• **Instructions for the task**: Each record is to be reproduced verbatim.

• **Records supplied**:
━━━━━━━━━━━━━━━━━━━━
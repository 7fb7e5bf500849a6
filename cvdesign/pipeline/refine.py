"""Refining a CV from a biased run: basin labels, crossings, and how two CVs differ.

The refinement loop is: bias along CV 1, feed the biased run back, get CV 2.
This module holds its middle and last steps.

- :func:`label_basins` labels the frames of one biased run by the basins it
  visits, from any per-frame coordinate (the CV of the run, or another one): a
  frame inside a basin core gets that state's name, a frame between cores gets
  None (a transition frame). The labels go straight to
  ``Source.add_labelled(path, labels, bias=...)``; :class:`BasinVisits` also
  reports, per state, the frames and their Kish effective sample size under the
  run's bias, and the number of *crossings* (core-to-core transitions), the
  quantity by which two CVs' biased runs are compared.
- :func:`basins_from_spec` turns a spec's per-state means and spreads into basin
  cores.
- :func:`compare_specs` says how CV 2 differs from CV 1 (terms added, removed
  and kept, cosine of the weight vectors), and :func:`fisher_separation` scores
  any CV on labelled frames (for instance frames neither CV was fitted on).

Units: the coordinate's own (CV units; rad for an angle), kJ/mol, K, ps.
"""

import math
from collections.abc import Mapping
from dataclasses import dataclass
from os import PathLike

import numpy as np

from ..constants import BOLTZMANN_KJ_MOL_K
from ..errors import InputError, SpecError
from ..io.bias import kish_ess
from ..spec import Spec

__all__ = ["BasinCores", "BasinVisits", "SpecComparison", "basins_from_spec", "compare_specs",
           "fisher_separation", "label_basins"]


def _finite_vector(values, name):
    try:
        x = np.asarray(values, dtype=np.float64)
    except (TypeError, ValueError) as exc:
        raise InputError(f"{name} must be an array of numbers; got {values!r:.80}") from exc
    if x.ndim != 1:
        raise InputError(f"{name} must be one value per frame, shape (n_frames,); got shape "
                         f"{x.shape}; label each run (walker) separately")
    bad = np.flatnonzero(~np.isfinite(x))
    if bad.size:
        raise InputError(f"{name} has a non-finite value at frame {int(bad[0])} "
                         f"({x[bad[0]]!r}); give finite values")
    return x


def _positive(value, name, what):
    """`value` as a float when it is a finite positive number; else an InputError that
    names the argument `name` and says what to give (`what`)."""
    try:
        v = float(value)
    except (TypeError, ValueError):
        v = math.nan
    if not (math.isfinite(v) and v > 0):
        raise InputError(f"{name}={value!r}: {what}")
    return v


def _check_period(period):
    if period is None:
        return None
    return _positive(period, "period", "give the period as a positive length in the "
                     "coordinate's units, or None for a coordinate that is not periodic")


def _as_spec(spec, name, needs):
    """`spec` itself when it has the attributes `needs` (a Spec, or a stand-in), or a Spec
    from a spec dict such as ``suggest(...).specs[0]``, validated by ``Spec.from_dict``;
    anything else is refused naming the argument `name`."""
    if isinstance(spec, Mapping):
        try:
            return Spec.from_dict(spec)
        except SpecError as exc:
            raise InputError(f"{name}: the dict given is not a valid spec ({exc}); give a "
                             "Spec (load_spec) or a spec dict of suggest(...).specs") from exc
    if isinstance(spec, (str, bytes, PathLike)):
        raise InputError(f"{name}={spec!r:.80} is a path or text, not a spec: read the file "
                         "with load_spec(path) first")
    if not all(hasattr(spec, a) for a in needs):
        raise InputError(f"{name} must be a Spec (load_spec) or a spec dict (an entry of "
                         f"suggest(...).specs); got a {type(spec).__name__}")
    return spec


def _inside(values, lo, hi, period):
    """True where a value lies in the core [lo, hi] (upwards along the circle when periodic)."""
    d = np.asarray(values, dtype=np.float64) - lo
    if period is not None:
        d = np.mod(d, period)
    return (d >= 0) & (d <= hi - lo)


def _check_basins(basins, period):
    """{name: (lo, hi)} as floats; refuses empty, reversed, too wide or overlapping cores."""
    if not hasattr(basins, "items") or len(basins) < 2:
        raise InputError(f"basins must map at least two state names to (lo, hi) core intervals; "
                         f"got {basins!r:.120}")
    cores = {}
    for name, interval in basins.items():
        try:
            if isinstance(interval, (str, bytes)):
                raise TypeError("a text is not a pair of numbers")
            lo, hi = (float(v) for v in interval)
        except (TypeError, ValueError) as exc:
            raise InputError(f"basin {name!r}: core {interval!r} must be a pair (lo, hi) of "
                             "numbers") from exc
        if not (math.isfinite(lo) and math.isfinite(hi) and hi > lo):
            raise InputError(f"basin {name!r}: core ({lo!r}, {hi!r}) needs finite lo < hi")
        if period is not None and hi - lo >= period:
            raise InputError(f"basin {name!r}: core ({lo:g}, {hi:g}) is as wide as the period "
                             f"{period:g}; give narrower cores")
        if str(name) in cores:
            raise InputError(f"basins name state {str(name)!r} twice (as {name!r} and another "
                             "key of the same text); give each state one core")
        cores[str(name)] = (lo, hi)
    names = list(cores)
    for i, a in enumerate(names):
        for b in names[i + 1:]:
            (alo, ahi), (blo, bhi) = cores[a], cores[b]
            if period is None:
                overlap = alo <= bhi and blo <= ahi
            else:
                overlap = bool(_inside(blo, alo, ahi, period) or _inside(alo, blo, bhi, period))
            if overlap:
                raise InputError(f"basin cores {a!r} ({alo:g}, {ahi:g}) and {b!r} ({blo:g}, "
                                 f"{bhi:g}) overlap; a frame must lie in one core at most: "
                                 "give narrower cores")
    return cores


def _touching_core(stats, period):
    """The `core` (in spreads) at which two of the cores of `stats` ({state: (mean, std)},
    two or more states) first touch, and which: (limit, what). With a period, cores
    narrower than it follow (the means of two states are at most half a period apart)."""
    best = (math.inf, "")
    names = list(stats)
    for i, a in enumerate(names):
        ma, sa = stats[a]
        for b in names[i + 1:]:
            mb, sb = stats[b]
            gap = abs(ma - mb) if period is None else abs((ma - mb + period / 2) % period
                                                          - period / 2)
            if gap / (sa + sb) < best[0]:
                best = (gap / (sa + sb), f"the basin cores {a!r} and {b!r} overlap (means "
                        f"{gap:g} apart, spreads {sa:g} and {sb:g})")
    return best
━━━━━━━━━━━━━━━━━━━━
• **Exercise output**:
repository 7fb7e5bf500849a6
filename cvdesign/pipeline/refine.py
"""Refining a CV from a biased run: basin labels, crossings, and how two CVs differ.

The refinement loop is: bias along CV 1, feed the biased run back, get CV 2.
This module holds its middle and last steps.

- :func:`label_basins` labels the frames of one biased run by the basins it
  visits, from any per-frame coordinate (the CV of the run, or another one): a
  frame inside a basin core gets that state's name, a frame between cores gets
  None (a transition frame). The labels go straight to
  ``Source.add_labelled(path, labels, bias=...)``; :class:`BasinVisits` also
  reports, per state, the frames and their Kish effective sample size under the
  run's bias, and the number of *crossings* (core-to-core transitions), the
  quantity by which two CVs' biased runs are compared.
- :func:`basins_from_spec` turns a spec's per-state means and spreads into basin
  cores.
- :func:`compare_specs` says how CV 2 differs from CV 1 (terms added, removed
  and kept, cosine of the weight vectors), and :func:`fisher_separation` scores
  any CV on labelled frames (for instance frames neither CV was fitted on).

Units: the coordinate's own (CV units; rad for an angle), kJ/mol, K, ps.
"""

import math
from collections.abc import Mapping
from dataclasses import dataclass
from os import PathLike

import numpy as np

from ..constants import BOLTZMANN_KJ_MOL_K
from ..errors import InputError, SpecError
from ..io.bias import kish_ess
from ..spec import Spec

__all__ = ["BasinCores", "BasinVisits", "SpecComparison", "basins_from_spec", "compare_specs",
           "fisher_separation", "label_basins"]


def _finite_vector(values, name):
    try:
        x = np.asarray(values, dtype=np.float64)
    except (TypeError, ValueError) as exc:
        raise InputError(f"{name} must be an array of numbers; got {values!r:.80}") from exc
    if x.ndim != 1:
        raise InputError(f"{name} must be one value per frame, shape (n_frames,); got shape "
                         f"{x.shape}; label each run (walker) separately")
    bad = np.flatnonzero(~np.isfinite(x))
    if bad.size:
        raise InputError(f"{name} has a non-finite value at frame {int(bad[0])} "
                         f"({x[bad[0]]!r}); give finite values")
    return x


def _positive(value, name, what):
    """`value` as a float when it is a finite positive number; else an InputError that
    names the argument `name` and says what to give (`what`)."""
    try:
        v = float(value)
    except (TypeError, ValueError):
        v = math.nan
    if not (math.isfinite(v) and v > 0):
        raise InputError(f"{name}={value!r}: {what}")
    return v


def _check_period(period):
    if period is None:
        return None
    return _positive(period, "period", "give the period as a positive length in the "
                     "coordinate's units, or None for a coordinate that is not periodic")


def _as_spec(spec, name, needs):
    """`spec` itself when it has the attributes `needs` (a Spec, or a stand-in), or a Spec
    from a spec dict such as ``suggest(...).specs[0]``, validated by ``Spec.from_dict``;
    anything else is refused naming the argument `name`."""
    if isinstance(spec, Mapping):
        try:
            return Spec.from_dict(spec)
        except SpecError as exc:
            raise InputError(f"{name}: the dict given is not a valid spec ({exc}); give a "
                             "Spec (load_spec) or a spec dict of suggest(...).specs") from exc
    if isinstance(spec, (str, bytes, PathLike)):
        raise InputError(f"{name}={spec!r:.80} is a path or text, not a spec: read the file "
                         "with load_spec(path) first")
    if not all(hasattr(spec, a) for a in needs):
        raise InputError(f"{name} must be a Spec (load_spec) or a spec dict (an entry of "
                         f"suggest(...).specs); got a {type(spec).__name__}")
    return spec


def _inside(values, lo, hi, period):
    """True where a value lies in the core [lo, hi] (upwards along the circle when periodic)."""
    d = np.asarray(values, dtype=np.float64) - lo
    if period is not None:
        d = np.mod(d, period)
    return (d >= 0) & (d <= hi - lo)


def _check_basins(basins, period):
    """{name: (lo, hi)} as floats; refuses empty, reversed, too wide or overlapping cores."""
    if not hasattr(basins, "items") or len(basins) < 2:
        raise InputError(f"basins must map at least two state names to (lo, hi) core intervals; "
                         f"got {basins!r:.120}")
    cores = {}
    for name, interval in basins.items():
        try:
            if isinstance(interval, (str, bytes)):
                raise TypeError("a text is not a pair of numbers")
            lo, hi = (float(v) for v in interval)
        except (TypeError, ValueError) as exc:
            raise InputError(f"basin {name!r}: core {interval!r} must be a pair (lo, hi) of "
                             "numbers") from exc
        if not (math.isfinite(lo) and math.isfinite(hi) and hi > lo):
            raise InputError(f"basin {name!r}: core ({lo!r}, {hi!r}) needs finite lo < hi")
        if period is not None and hi - lo >= period:
            raise InputError(f"basin {name!r}: core ({lo:g}, {hi:g}) is as wide as the period "
                             f"{period:g}; give narrower cores")
        if str(name) in cores:
            raise InputError(f"basins name state {str(name)!r} twice (as {name!r} and another "
                             "key of the same text); give each state one core")
        cores[str(name)] = (lo, hi)
    names = list(cores)
    for i, a in enumerate(names):
        for b in names[i + 1:]:
            (alo, ahi), (blo, bhi) = cores[a], cores[b]
            if period is None:
                overlap = alo <= bhi and blo <= ahi
            else:
                overlap = bool(_inside(blo, alo, ahi, period) or _inside(alo, blo, bhi, period))
            if overlap:
                raise InputError(f"basin cores {a!r} ({alo:g}, {ahi:g}) and {b!r} ({blo:g}, "
                                 f"{bhi:g}) overlap; a frame must lie in one core at most: "
                                 "give narrower cores")
    return cores


def _touching_core(stats, period):
    """The `core` (in spreads) at which two of the cores of `stats` ({state: (mean, std)},
    two or more states) first touch, and which: (limit, what). With a period, cores
    narrower than it follow (the means of two states are at most half a period apart)."""
    best = (math.inf, "")
    names = list(stats)
    for i, a in enumerate(names):
        ma, sa = stats[a]
        for b in names[i + 1:]:
            mb, sb = stats[b]
            gap = abs(ma - mb) if period is None else abs((ma - mb + period / 2) % period
                                                          - period / 2)
            if gap / (sa + sb) < best[0]:
                best = (gap / (sa + sb), f"the basin cores {a!r} and {b!r} overlap (means "
                        f"{gap:g} apart, spreads {sa:g} and {sb:g})")
    return best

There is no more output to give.